THE DROWNED LANDS

For two weeks my small patrol of six remained in the vicinity of the Sacandaga, scouting even as far as Stony Creek, Silver Lake, and West River, covering Maxon, too, and the Drowned Lands, but ever hovering about the Sacandaga, where the great Iroquois War Trail runs through the dusk of primeval woods.

But never a glimpse of Sir John did we obtain. Which was scarcely strange, inasmuch as the scent was already stone cold when we first struck it. And though we could trace the Baronet's headlong flight for three days' journey, by his dead fires and stinking camp débris, and, plainer still, by the trampled path made by his men and horses and by the wheel-marks of at least one cannon, our orders, which were to stop the War Trail from Northern enemies, permitted no further pursuit.

Yet, given permission, I think I could have come up with him and his motley forces, though what my six scouts could have accomplished against nearly two hundred people is but idle surmise. And whether, indeed, we could have contrived to surprise and capture Sir John, and bring him back to justice, is a matter now fit only for idlest speculation.

At the end of the first week I sent Joe de Golyer and Godfrey Shew into Johnstown to acquaint Colonel Dayton of what we had seen and what we guessed concerning Sir John's probable route. De Luysnes and Johnny Silver I stationed on Maxon's honest nose, where the valley of the Sacandaga and the Drowned Lands lay like a vast map at their feet, while Nick Stoner and I prowled the silent Iroquois trail or slid like a pair of otters through the immense desolation of the Drowned Lands, from the jungle-like recesses of which we could see the distant glitter of muskets where our garrison was drilling at Fish House, and a white speck to the southward, which marked the little white and green lodge at Summer House Point.

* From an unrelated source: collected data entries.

class FeatureBuilder:
    """Builds the daily driver table of one site from its clean weather series, computing every
    family of the driver glossary (:mod:`cyanorisk.drivers`) whose variable the site records.

    Parameters
    ----------
    settings : FeatureSettings
    timezone : str
        The site's IANA zone (issue times are local).
    """

    def __init__(self, settings: FeatureSettings | None = None, timezone: str = "UTC") -> None:
        self.settings = settings or FeatureSettings()
        self.timezone = timezone

    def transform(self, weather: pd.DataFrame,
                  days: pd.DatetimeIndex | Sequence | None = None) -> pd.DataFrame:
        """The driver table: one row per issue day (local date), named columns with units.

        Parameters
        ----------
        weather : pandas.DataFrame
            Output of :func:`cyanorisk.ingest.read_weather` (UTC grid of interval starts, flags).
        days : sequence of dates, optional
            Local dates to issue for; default every day of the series after its first day.
        """
        s = self.settings
        if not isinstance(weather.index, pd.DatetimeIndex) or weather.index.tz is None:
            raise ValueError("weather must have a time-zone-aware DatetimeIndex (UTC)")
        step = weather.index[1] - weather.index[0] if len(weather) > 1 else pd.Timedelta("30min")
        if days is None:
            local = weather.index.tz_convert(self.timezone)
            days = pd.date_range(local[0].normalize().tz_localize(None) + pd.Timedelta(days=1),
                                 local[-1].normalize().tz_localize(None), freq="D")
        days = pd.DatetimeIndex(days)
        issue = issue_instants(days, self.timezone, s.issue_time)
        # intervals [t, t + step) entirely before the issue instant
        end = np.floor(np.asarray((issue - weather.index[0]) / step)).astype(np.int64)
        win = _Windowed(step / pd.Timedelta(hours=1), end, len(weather))
        series = {v: self._series(weather, v) for v in (*_variables(), BOTTOM_WATER)
                  if v in weather}
        if "air_temp_c" in series:
            series[ESTIMATED_WATER] = self._estimated_water(series["air_temp_c"], win)
        if {"water_temp_c", "water_temp_bottom_c"} <= set(series):
            series.update(self._stratification(series["water_temp_c"],
                                               series["water_temp_bottom_c"]))
        cols: dict[str, np.ndarray] = {}
        windows_of: dict[str, set[int]] = {}
        for family in GLOSSARY:
            if family.variable not in series:
                continue
            if family.reducer is Reducer.DAYS_RUN:
                if "air_temp_c" in series:
                    for w in s.windows(family):
                        cols[family.name(w)] = self._warm_calm_days(
                            series["air_temp_c"], series["wind_speed_ms"], win, w)
                continue
            for param in s.params(family):
                values = self._per_interval(family, series[family.variable], param)
                for w in s.windows(family):
                    cols[family.name(w, param)] = self._reduce(family, series[family.variable],
                                                               values, w, win, param)
            windows_of.setdefault(family.variable, set()).update(s.windows(family))
        if "air_temp_c" not in weather and {"air_temp_min_c", "air_temp_max_c"} <= set(weather):
            self._daily_min_max(weather, win, cols)
        for var, windows in windows_of.items():
            self._coverage(cols, win, var, series[var], sorted(windows))
        out = pd.DataFrame(cols, index=pd.Index(days.date, name="issue_date"))
        out.insert(0, "issue_time_utc", issue)
        return out

    def _series(self, weather: pd.DataFrame, var: str) -> _Series:
        usable, good, filled = self._quality(weather, var)
        values = weather[var].to_numpy(dtype=float)
        if var == "wind_speed_ms" and self.settings.anemometer_height_m:
            values = wind_at_2m(values, self.settings.anemometer_height_m)
        return _Series(values, usable, good, filled)

    def _estimated_water(self, air: _Series, win: _Windowed) -> _Series:
        """Water temperature estimated from air temperature, usable once two time constants of
        air have been seen (the start value is forgotten to 1/e^2), with the air's quality."""
        values = water_temp_from_air_c(np.where(air.usable, air.values, np.nan), win.step_h,
                                       self.settings.water_temp_tau_days)
        first = np.flatnonzero(air.usable)
        warm = np.zeros(len(values), dtype=bool)
        if len(first):
            warm[first[0] + win.size(2 * self.settings.water_temp_tau_days):] = True
        usable = warm & ~np.isnan(values)
        return _Series(values, usable, air.good & usable, air.filled & usable)

    def _per_interval(self, family: Driver, x: _Series, param: float | None) -> np.ndarray:
        """The value each interval contributes to a family's windows (0 where unusable): the
        amount above the base, the calm indicator, or the value itself."""
        if family.condition == "excess":
            return np.where(x.usable, np.maximum(x.values - param, 0.0), 0.0)
        if family.condition == "calm":
            return (x.usable & (x.values < self.settings.calm_threshold_ms)).astype(float)
        return np.where(x.usable, x.values, 0.0)

    def _reduce(self, family: Driver, x: _Series, values: np.ndarray, days: int,
                win: _Windowed, param: float | None = None) -> np.ndarray:
        """One driver of a family over windows of ``days`` before each issue instant."""
        if family.reducer is Reducer.LONGEST_RUN:
            return self._longest_run(values > 0, win, days, x.good)
        if family.reducer is Reducer.TOTAL:
            return self._gate(win.total(values, days), win, x.good, days)
        if family.reducer is Reducer.LAGGED_TOTAL:
            lagged = win.shifted(win.size(param))
            return self._gate(lagged.total(values, days), lagged, x.good, days)
        mean = self._mean(win, values, x.usable, x.good, days)
        if family.reducer is Reducer.INTEGRAL:
            return mean * (24.0 * days) * family.scale
        return mean

    def _stratification(self, surface: _Series, bottom: _Series) -> dict[str, _Series]:
        """Surface minus bottom temperature [degC] and, where the deeper sensor's depth is set,
        the Schmidt stability of the two-sensor profile [J m-2] (Idso 1973), per interval."""
        s = self.settings
        usable = surface.usable & bottom.usable
        good, filled = surface.good & bottom.good, (surface.filled | bottom.filled) & usable
        diff = np.where(usable, surface.values - bottom.values, np.nan)
        out = {"surface_bottom_diff_c": _Series(diff, usable, good, filled)}
        if s.bottom_sensor_depth_m is not None:
            depths, areas = s.hypsography()
            stability = two_sensor_stability_j_m2(
                np.where(usable, surface.values, 4.0), np.where(usable, bottom.values, 4.0),
                s.surface_sensor_depth_m, s.bottom_sensor_depth_m, depths, areas)
            out["schmidt_stability_j_m2"] = _Series(np.where(usable, stability, np.nan), usable,
                                                    good, filled)
        return out

    def _warm_calm_days(self, air: _Series, wind: _Series, win: _Windowed, most: int) -> np.ndarray:
        """Consecutive warm, calm days up to each issue time [d] (:attr:`Reducer.DAYS_RUN`):
        the 24-hour windows ending 0, 1, 2 ... days before it, counted while each is warm
        (mean air temperature >= ``warm_day_c``) and calm (mean wind < ``calm_threshold_ms``);
        NaN when the day just before the issue time lacks good readings."""
        s = self.settings
        run = np.zeros(len(win.end))
        going = np.ones(len(win.end), dtype=bool)
        first = None
        air_values = np.where(air.usable, air.values, 0.0)  # one array each: cumulative sums
        wind_values = np.where(wind.usable, wind.values, 0.0)  # are cached by array
        for k in range(most):
            day = win.shifted(win.size(k))
            air_c = self._mean(day, air_values, air.usable, air.good, 1)
            wind_ms = self._mean(day, wind_values, wind.usable, wind.good, 1)
            warm_calm = (air_c >= s.warm_day_c) & (wind_ms < s.calm_threshold_ms)
            if first is None:
                first = np.isnan(air_c) | np.isnan(wind_ms)
            going &= warm_calm
            run += going
            if not going.any():
                break
        return np.where(first, np.nan, run)

    def _daily_min_max(self, weather: pd.DataFrame, win: _Windowed, cols: dict) -> None:
        """Degree-days from daily minimum and maximum only: the single-sine method per day."""
        s = self.settings
        if abs(win.step_h - 24.0) > 1e-9:
            raise ValueError("air_temp_min_c / air_temp_max_c are daily values: the site's "
                             "interval must be 1 day when air_temp_c is not recorded")
        lo, hi = self._series(weather, "air_temp_min_c"), self._series(weather, "air_temp_max_c")
        usable, good = lo.usable & hi.usable, lo.good & hi.good
        tmin, tmax = np.where(usable, lo.values, 0.0), np.where(usable, hi.values, 0.0)
        degree_days, air_mean = (next(d for d in GLOSSARY if d.pattern.startswith(p))
                                 for p in ("degree_days_", "air_temp_mean_"))
        for base in s.base_temps_c:
            dd = np.where(usable, degree_days_single_sine(tmin, tmax, base), 0.0)
            for w in s.windows(degree_days):
                cols[degree_days.name(w, base)] = self._mean(win, dd, usable, good, w) * w
        for w in s.windows(air_mean):
            cols[air_mean.name(w)] = self._mean(win, (tmin + tmax) / 2.0, usable, good, w)
        both = _Series(tmin, usable, good, lo.filled | hi.filled)
        self._coverage(cols, win, "air_temp_min_max_c", both,
                       sorted(set(s.windows(degree_days)) | set(s.windows(air_mean))))

    # helpers ---------------------------------------------------------------------------------

    @staticmethod
    def _quality(weather: pd.DataFrame, var: str) -> tuple[np.ndarray, np.ndarray, np.ndarray]:
        """Usable (not NaN), good (read from the station) and filled masks of a variable."""
        values = weather[var].to_numpy(dtype=float)
        usable = ~np.isnan(values)
        flags = weather.get(f"{var}_flag")
        if flags is None:
            return usable, usable, np.zeros(len(values), dtype=bool)
        flags = flags.astype("category")  # categorical as written by ingest, or text
        names = list(flags.cat.categories)
        codes = flags.cat.codes.to_numpy()
        good = np.isin(codes, [names.index(n) for n in GOOD_FLAGS if n in names]) & usable
        filled = codes == names.index("filled") if "filled" in names else np.zeros(len(values), bool)
        return usable, good, filled

    def _gate(self, value: np.ndarray, win: _Windowed, good: np.ndarray, days: int) -> np.ndarray:
        n_good, short = win.counts(good, days)
        n = days * 24 / win.step_h
        ok = (n_good / n >= self.settings.min_good_share) & ~short
        return np.where(ok, value, np.nan)

    def _mean(self, win: _Windowed, values: np.ndarray, usable: np.ndarray, good: np.ndarray,
              days: int) -> np.ndarray:
        n_usable, _ = win.counts(usable, days)
        with np.errstate(invalid="ignore", divide="ignore"):
            mean = win.total(values, days) / n_usable
        return self._gate(mean, win, good, days)

    def _coverage(self, cols: dict, win: _Windowed, var: str, x: _Series,
                  windows: list[int]) -> None:
        for w in windows:
            n = w * 24 / win.step_h
            n_good, _ = win.counts(x.good, w)
            n_filled, _ = win.counts(x.filled, w)
            cols[f"{var}_good_share_{w}d"] = n_good / n
            cols[f"{var}_filled_share_{w}d"] = n_filled / n
            cols[f"{var}_missing_share_{w}d"] = 1.0 - (n_good + n_filled) / n

    def _longest_run(self, calm: np.ndarray, win: _Windowed, days: int, good: np.ndarray) -> np.ndarray:
        """Longest run of calm intervals [h] inside each window (a gap breaks a run)."""
        n = win.size(days)
        idx = np.arange(len(calm))
        last_break = np.maximum.accumulate(np.where(~calm, idx, -1))
        run = np.where(calm, idx - last_break, 0)
        padded = np.concatenate((np.zeros(n, dtype=np.int64), run))
        windows = np.lib.stride_tricks.sliding_window_view(padded, n)  # windows[k] ends at k-1
        rows = windows[np.clip(win.end, 0, win.n_grid)]  # n intervals before each issue instant
        longest = np.minimum(rows, np.arange(1, n + 1)).max(axis=1)  # clip runs at window start
        return self._gate(longest * win.step_h, win, good, days)


def _variables() -> list[str]:
    """Weather variables some driver family is computed from, in glossary order."""
    return list(dict.fromkeys(d.variable for d in GLOSSARY
                              if d.variable is not None and d.variable not in DERIVED))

We had found a damaged birch canoe near the Stacking Ridge, and I think it was the property of John Howell, who lived on the opposite side of the creek a mile above. But his log house stood bolted and empty; and, as he was a very rabid Tory, we helped ourselves to his old canoe, and Nick patched it with gum and made two paddles.

In this leaky craft we threaded the spectral Drowned Lands, penetrating every hidden water-lead, every concealed creek, every lost pond which glimmered unseen amid cranberry bogs, vast wastes of stunted willow, pinxter shrubs in bloom, and the endless wilderness of reeds. Nesting black-ducks rose on clattering wings in scores and scores at our stealthy invasion; herons and bitterns flapped heavily skyward; great chain-pike, as long as a young boy, slid like shadows under our dipping paddles. But we saw no Indians.

Nor was there a sign of any canoe amid the Drowned Lands; not a moccasin print in swamp-moss or mud; no trace of Iroquois on the Stacking Ridge, where already wild pigeons were flying among the beech and oak trees, busy with courtship and nesting.

It was now near the middle of June, but Nick thought that Sir John had not yet reached Canada, nor was like to accomplish that terrible journey through a pathless wilderness under a full month.

We know now that he did accomplish it in nineteen days, and arrived with his starving people in a terrible plight.[4] But nobody then supposed it possible that he could travel so quickly. Even his own Mohawks never dreamed he was already so far advanced on his flight; and this was their vital mistake; for there had been sent from Canada a war party to meet and aid Sir John; and, by hazard, I was to learn of this alarming business in a manner I had neither expected nor desired.